YOUR OBJECTIVE: Write out all entries word for word.

STUDY MATERIAL section start

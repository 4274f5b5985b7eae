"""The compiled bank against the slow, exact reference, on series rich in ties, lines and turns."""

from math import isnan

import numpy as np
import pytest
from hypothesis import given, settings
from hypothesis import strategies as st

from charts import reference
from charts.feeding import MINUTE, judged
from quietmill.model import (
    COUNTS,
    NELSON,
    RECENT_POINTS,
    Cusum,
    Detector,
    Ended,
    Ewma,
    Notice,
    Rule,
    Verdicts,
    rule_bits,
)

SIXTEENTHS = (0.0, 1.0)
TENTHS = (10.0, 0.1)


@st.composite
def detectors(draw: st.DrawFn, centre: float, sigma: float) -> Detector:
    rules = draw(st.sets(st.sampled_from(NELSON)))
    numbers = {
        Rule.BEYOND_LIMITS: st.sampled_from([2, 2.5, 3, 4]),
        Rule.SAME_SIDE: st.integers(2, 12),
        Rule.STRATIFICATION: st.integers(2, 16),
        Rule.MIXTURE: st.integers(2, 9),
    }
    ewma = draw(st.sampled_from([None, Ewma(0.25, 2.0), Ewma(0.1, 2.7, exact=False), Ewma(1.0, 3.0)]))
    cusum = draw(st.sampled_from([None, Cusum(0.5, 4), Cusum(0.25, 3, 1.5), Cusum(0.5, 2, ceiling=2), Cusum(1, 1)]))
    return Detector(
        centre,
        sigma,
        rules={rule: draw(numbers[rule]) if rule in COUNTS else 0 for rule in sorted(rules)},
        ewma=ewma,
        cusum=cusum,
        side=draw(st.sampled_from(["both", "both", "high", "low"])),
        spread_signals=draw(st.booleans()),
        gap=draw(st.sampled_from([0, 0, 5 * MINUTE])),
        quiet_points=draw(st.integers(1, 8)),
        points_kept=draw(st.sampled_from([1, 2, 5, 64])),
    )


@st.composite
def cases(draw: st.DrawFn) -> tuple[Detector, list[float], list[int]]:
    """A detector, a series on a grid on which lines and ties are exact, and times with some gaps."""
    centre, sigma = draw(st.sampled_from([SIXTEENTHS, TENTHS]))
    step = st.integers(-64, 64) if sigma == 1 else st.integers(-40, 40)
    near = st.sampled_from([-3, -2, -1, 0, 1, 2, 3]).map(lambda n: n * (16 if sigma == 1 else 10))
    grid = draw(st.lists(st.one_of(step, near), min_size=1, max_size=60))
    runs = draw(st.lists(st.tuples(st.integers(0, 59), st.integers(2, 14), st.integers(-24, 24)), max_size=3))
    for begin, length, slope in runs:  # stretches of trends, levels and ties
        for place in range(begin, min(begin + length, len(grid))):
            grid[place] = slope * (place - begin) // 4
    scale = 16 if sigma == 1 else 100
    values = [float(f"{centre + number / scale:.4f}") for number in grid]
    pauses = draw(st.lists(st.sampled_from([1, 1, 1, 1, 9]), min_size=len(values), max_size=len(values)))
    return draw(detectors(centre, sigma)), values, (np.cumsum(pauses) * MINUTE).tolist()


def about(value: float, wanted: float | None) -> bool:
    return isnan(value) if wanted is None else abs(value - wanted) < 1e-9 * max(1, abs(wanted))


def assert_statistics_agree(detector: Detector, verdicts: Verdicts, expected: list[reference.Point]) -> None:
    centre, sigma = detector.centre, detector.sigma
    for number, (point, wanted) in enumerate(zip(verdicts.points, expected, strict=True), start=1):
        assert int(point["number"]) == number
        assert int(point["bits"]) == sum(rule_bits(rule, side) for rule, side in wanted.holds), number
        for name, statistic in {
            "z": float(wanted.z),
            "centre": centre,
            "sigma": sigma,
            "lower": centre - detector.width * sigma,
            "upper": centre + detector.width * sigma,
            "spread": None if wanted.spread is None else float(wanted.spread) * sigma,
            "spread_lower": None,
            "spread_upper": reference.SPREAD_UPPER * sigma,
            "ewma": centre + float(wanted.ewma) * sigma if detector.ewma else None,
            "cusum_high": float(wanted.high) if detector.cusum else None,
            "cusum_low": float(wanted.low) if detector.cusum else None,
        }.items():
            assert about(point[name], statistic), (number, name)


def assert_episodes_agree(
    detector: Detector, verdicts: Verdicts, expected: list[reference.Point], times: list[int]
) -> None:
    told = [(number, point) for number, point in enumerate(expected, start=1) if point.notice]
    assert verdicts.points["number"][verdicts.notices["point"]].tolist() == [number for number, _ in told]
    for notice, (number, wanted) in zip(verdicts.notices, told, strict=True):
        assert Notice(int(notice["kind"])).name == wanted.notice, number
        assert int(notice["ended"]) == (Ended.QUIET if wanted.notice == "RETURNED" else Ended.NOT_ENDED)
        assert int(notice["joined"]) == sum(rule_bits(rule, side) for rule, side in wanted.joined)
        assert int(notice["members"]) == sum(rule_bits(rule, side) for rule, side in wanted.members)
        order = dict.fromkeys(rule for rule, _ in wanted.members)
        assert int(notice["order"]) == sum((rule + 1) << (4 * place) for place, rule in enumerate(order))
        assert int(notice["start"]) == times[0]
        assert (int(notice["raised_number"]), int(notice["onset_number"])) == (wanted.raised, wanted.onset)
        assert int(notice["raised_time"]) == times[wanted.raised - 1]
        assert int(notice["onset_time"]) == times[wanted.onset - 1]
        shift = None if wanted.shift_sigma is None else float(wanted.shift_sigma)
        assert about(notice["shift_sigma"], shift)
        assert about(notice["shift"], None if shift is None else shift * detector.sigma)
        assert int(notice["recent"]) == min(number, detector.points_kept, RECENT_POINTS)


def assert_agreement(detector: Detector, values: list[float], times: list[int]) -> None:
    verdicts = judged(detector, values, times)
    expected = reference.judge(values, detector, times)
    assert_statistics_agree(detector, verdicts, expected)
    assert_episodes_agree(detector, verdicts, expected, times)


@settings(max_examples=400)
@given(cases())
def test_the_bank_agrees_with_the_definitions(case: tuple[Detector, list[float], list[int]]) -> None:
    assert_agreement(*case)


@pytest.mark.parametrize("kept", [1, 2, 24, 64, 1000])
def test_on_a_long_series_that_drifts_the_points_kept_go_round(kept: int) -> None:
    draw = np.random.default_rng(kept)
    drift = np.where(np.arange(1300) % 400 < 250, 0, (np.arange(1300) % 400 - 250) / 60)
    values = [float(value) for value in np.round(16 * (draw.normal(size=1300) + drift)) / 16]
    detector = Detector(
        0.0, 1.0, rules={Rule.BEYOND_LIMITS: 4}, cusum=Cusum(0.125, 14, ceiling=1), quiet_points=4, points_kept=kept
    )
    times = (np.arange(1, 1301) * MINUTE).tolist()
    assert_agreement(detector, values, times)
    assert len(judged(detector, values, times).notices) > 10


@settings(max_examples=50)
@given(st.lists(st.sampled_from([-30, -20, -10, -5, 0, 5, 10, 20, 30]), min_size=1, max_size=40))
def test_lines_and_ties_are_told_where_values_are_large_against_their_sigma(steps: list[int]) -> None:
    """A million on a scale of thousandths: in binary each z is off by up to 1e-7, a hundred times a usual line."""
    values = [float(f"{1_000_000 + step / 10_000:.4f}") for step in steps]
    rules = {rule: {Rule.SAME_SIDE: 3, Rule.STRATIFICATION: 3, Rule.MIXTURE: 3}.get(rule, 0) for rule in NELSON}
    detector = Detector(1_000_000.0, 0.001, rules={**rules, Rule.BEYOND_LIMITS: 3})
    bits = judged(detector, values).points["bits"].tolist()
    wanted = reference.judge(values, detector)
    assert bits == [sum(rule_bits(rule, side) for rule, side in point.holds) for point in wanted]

STUDY MATERIAL section end

RESULT FOR THIS TASK:
repository 4274f5b5985b7eae
"""The compiled bank against the slow, exact reference, on series rich in ties, lines and turns."""

from math import isnan

import numpy as np
import pytest
from hypothesis import given, settings
from hypothesis import strategies as st

from charts import reference
from charts.feeding import MINUTE, judged
from quietmill.model import (
    COUNTS,
    NELSON,
    RECENT_POINTS,
    Cusum,
    Detector,
    Ended,
    Ewma,
    Notice,
    Rule,
    Verdicts,
    rule_bits,
)

SIXTEENTHS = (0.0, 1.0)
TENTHS = (10.0, 0.1)


@st.composite
def detectors(draw: st.DrawFn, centre: float, sigma: float) -> Detector:
    rules = draw(st.sets(st.sampled_from(NELSON)))
    numbers = {
        Rule.BEYOND_LIMITS: st.sampled_from([2, 2.5, 3, 4]),
        Rule.SAME_SIDE: st.integers(2, 12),
        Rule.STRATIFICATION: st.integers(2, 16),
        Rule.MIXTURE: st.integers(2, 9),
    }
    ewma = draw(st.sampled_from([None, Ewma(0.25, 2.0), Ewma(0.1, 2.7, exact=False), Ewma(1.0, 3.0)]))
    cusum = draw(st.sampled_from([None, Cusum(0.5, 4), Cusum(0.25, 3, 1.5), Cusum(0.5, 2, ceiling=2), Cusum(1, 1)]))
    return Detector(
        centre,
        sigma,
        rules={rule: draw(numbers[rule]) if rule in COUNTS else 0 for rule in sorted(rules)},
        ewma=ewma,
        cusum=cusum,
        side=draw(st.sampled_from(["both", "both", "high", "low"])),
        spread_signals=draw(st.booleans()),
        gap=draw(st.sampled_from([0, 0, 5 * MINUTE])),
        quiet_points=draw(st.integers(1, 8)),
        points_kept=draw(st.sampled_from([1, 2, 5, 64])),
    )


@st.composite
def cases(draw: st.DrawFn) -> tuple[Detector, list[float], list[int]]:
    """A detector, a series on a grid on which lines and ties are exact, and times with some gaps."""
    centre, sigma = draw(st.sampled_from([SIXTEENTHS, TENTHS]))
    step = st.integers(-64, 64) if sigma == 1 else st.integers(-40, 40)
    near = st.sampled_from([-3, -2, -1, 0, 1, 2, 3]).map(lambda n: n * (16 if sigma == 1 else 10))
    grid = draw(st.lists(st.one_of(step, near), min_size=1, max_size=60))
    runs = draw(st.lists(st.tuples(st.integers(0, 59), st.integers(2, 14), st.integers(-24, 24)), max_size=3))
    for begin, length, slope in runs:  # stretches of trends, levels and ties
        for place in range(begin, min(begin + length, len(grid))):
            grid[place] = slope * (place - begin) // 4
    scale = 16 if sigma == 1 else 100
    values = [float(f"{centre + number / scale:.4f}") for number in grid]
    pauses = draw(st.lists(st.sampled_from([1, 1, 1, 1, 9]), min_size=len(values), max_size=len(values)))
    return draw(detectors(centre, sigma)), values, (np.cumsum(pauses) * MINUTE).tolist()


def about(value: float, wanted: float | None) -> bool:
    return isnan(value) if wanted is None else abs(value - wanted) < 1e-9 * max(1, abs(wanted))


def assert_statistics_agree(detector: Detector, verdicts: Verdicts, expected: list[reference.Point]) -> None:
    centre, sigma = detector.centre, detector.sigma
    for number, (point, wanted) in enumerate(zip(verdicts.points, expected, strict=True), start=1):
        assert int(point["number"]) == number
        assert int(point["bits"]) == sum(rule_bits(rule, side) for rule, side in wanted.holds), number
        for name, statistic in {
            "z": float(wanted.z),
            "centre": centre,
            "sigma": sigma,
            "lower": centre - detector.width * sigma,
            "upper": centre + detector.width * sigma,
            "spread": None if wanted.spread is None else float(wanted.spread) * sigma,
            "spread_lower": None,
            "spread_upper": reference.SPREAD_UPPER * sigma,
            "ewma": centre + float(wanted.ewma) * sigma if detector.ewma else None,
            "cusum_high": float(wanted.high) if detector.cusum else None,
            "cusum_low": float(wanted.low) if detector.cusum else None,
        }.items():
            assert about(point[name], statistic), (number, name)


def assert_episodes_agree(
    detector: Detector, verdicts: Verdicts, expected: list[reference.Point], times: list[int]
) -> None:
    told = [(number, point) for number, point in enumerate(expected, start=1) if point.notice]
    assert verdicts.points["number"][verdicts.notices["point"]].tolist() == [number for number, _ in told]
    for notice, (number, wanted) in zip(verdicts.notices, told, strict=True):
        assert Notice(int(notice["kind"])).name == wanted.notice, number
        assert int(notice["ended"]) == (Ended.QUIET if wanted.notice == "RETURNED" else Ended.NOT_ENDED)
        assert int(notice["joined"]) == sum(rule_bits(rule, side) for rule, side in wanted.joined)
        assert int(notice["members"]) == sum(rule_bits(rule, side) for rule, side in wanted.members)
        order = dict.fromkeys(rule for rule, _ in wanted.members)
        assert int(notice["order"]) == sum((rule + 1) << (4 * place) for place, rule in enumerate(order))
        assert int(notice["start"]) == times[0]
        assert (int(notice["raised_number"]), int(notice["onset_number"])) == (wanted.raised, wanted.onset)
        assert int(notice["raised_time"]) == times[wanted.raised - 1]
        assert int(notice["onset_time"]) == times[wanted.onset - 1]
        shift = None if wanted.shift_sigma is None else float(wanted.shift_sigma)
        assert about(notice["shift_sigma"], shift)
        assert about(notice["shift"], None if shift is None else shift * detector.sigma)
        assert int(notice["recent"]) == min(number, detector.points_kept, RECENT_POINTS)


def assert_agreement(detector: Detector, values: list[float], times: list[int]) -> None:
    verdicts = judged(detector, values, times)
    expected = reference.judge(values, detector, times)
    assert_statistics_agree(detector, verdicts, expected)
    assert_episodes_agree(detector, verdicts, expected, times)


@settings(max_examples=400)
@given(cases())
def test_the_bank_agrees_with_the_definitions(case: tuple[Detector, list[float], list[int]]) -> None:
    assert_agreement(*case)


@pytest.mark.parametrize("kept", [1, 2, 24, 64, 1000])
def test_on_a_long_series_that_drifts_the_points_kept_go_round(kept: int) -> None:
    draw = np.random.default_rng(kept)
    drift = np.where(np.arange(1300) % 400 < 250, 0, (np.arange(1300) % 400 - 250) / 60)
    values = [float(value) for value in np.round(16 * (draw.normal(size=1300) + drift)) / 16]
    detector = Detector(
        0.0, 1.0, rules={Rule.BEYOND_LIMITS: 4}, cusum=Cusum(0.125, 14, ceiling=1), quiet_points=4, points_kept=kept
    )
    times = (np.arange(1, 1301) * MINUTE).tolist()
    assert_agreement(detector, values, times)
    assert len(judged(detector, values, times).notices) > 10


@settings(max_examples=50)
@given(st.lists(st.sampled_from([-30, -20, -10, -5, 0, 5, 10, 20, 30]), min_size=1, max_size=40))
def test_lines_and_ties_are_told_where_values_are_large_against_their_sigma(steps: list[int]) -> None:
    """A million on a scale of thousandths: in binary each z is off by up to 1e-7, a hundred times a usual line."""
    values = [float(f"{1_000_000 + step / 10_000:.4f}") for step in steps]
    rules = {rule: {Rule.SAME_SIDE: 3, Rule.STRATIFICATION: 3, Rule.MIXTURE: 3}.get(rule, 0) for rule in NELSON}
    detector = Detector(1_000_000.0, 0.001, rules={**rules, Rule.BEYOND_LIMITS: 3})
    bits = judged(detector, values).points["bits"].tolist()
    wanted = reference.judge(values, detector)
    assert bits == [sum(rule_bits(rule, side) for rule, side in point.holds) for point in wanted]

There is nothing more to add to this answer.